Neural Transducer Training: Reduced Memory Consumption with Sample-wise Computation
This work addresses a critical bottleneck for researchers and practitioners in speech recognition by enabling larger batch sizes and longer sequences on limited GPU memory, though it is incremental as it optimizes an existing training process.
The paper tackles the high memory consumption in neural transducer training for automatic speech recognition by proposing a sample-wise computation method, which reduces memory usage to 6 GB for a batch size of 1024 and 40-second audio lengths while maintaining competitive speed.

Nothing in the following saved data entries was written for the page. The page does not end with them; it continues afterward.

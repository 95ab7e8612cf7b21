"""Distinct values of an array by one sort.

``numpy.unique(values)`` gives the same answer, but without ``return_inverse`` or
``return_counts`` numpy 2 takes a hash-based path that is much slower on large 64-bit
integer arrays: 2.4 s instead of 0.04 s for 900,000 pair keys on a 2-core machine (measured
side by side). The known-pair history calls this instead.

Pure: arrays in, arrays out.
"""

from __future__ import annotations

import numpy as np

__all__ = ["unique_sorted"]


def unique_sorted(values) -> np.ndarray:
    """The distinct values of ``values``, sorted (``numpy.unique(values)``).

    Parameters
    ----------
    values : array_like
        Flattened first.

    Returns
    -------
    ndarray
    """
    ordered = np.sort(np.asarray(values).reshape(-1))
    if ordered.size < 2:
        return ordered
    return ordered[np.r_[True, ordered[1:] != ordered[:-1]]]
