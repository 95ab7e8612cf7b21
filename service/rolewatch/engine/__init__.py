"""Pure numeric core of rolewatch: arrays in, arrays out (no I/O, clock or database)."""

from .features import FeatureRecipe, FeatureTable
from .snapshot import Snapshot

__all__ = ["FeatureRecipe", "FeatureTable", "Snapshot"]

The neural transducer is an end-to-end model for automatic speech recognition (ASR). While the model is well-suited for streaming ASR, the training process remains challenging. During training, the memory requirements may quickly exceed the capacity of state-of-the-art GPUs, limiting batch size and sequence lengths. In this work, we analyze the time and space complexity of a typical transducer training setup. We propose a memory-efficient training method that computes the transducer loss and gradients sample by sample. We present optimizations to increase the efficiency and parallelism of the sample-wise method. In a set of thorough benchmarks, we show that our sample-wise method significantly reduces memory usage, and performs at competitive speed when compared to the default batched computation. As a highlight, we manage to compute the transducer loss and gradients for a batch size of 1024, and audio length of 40 seconds, using only 6 GB of memory.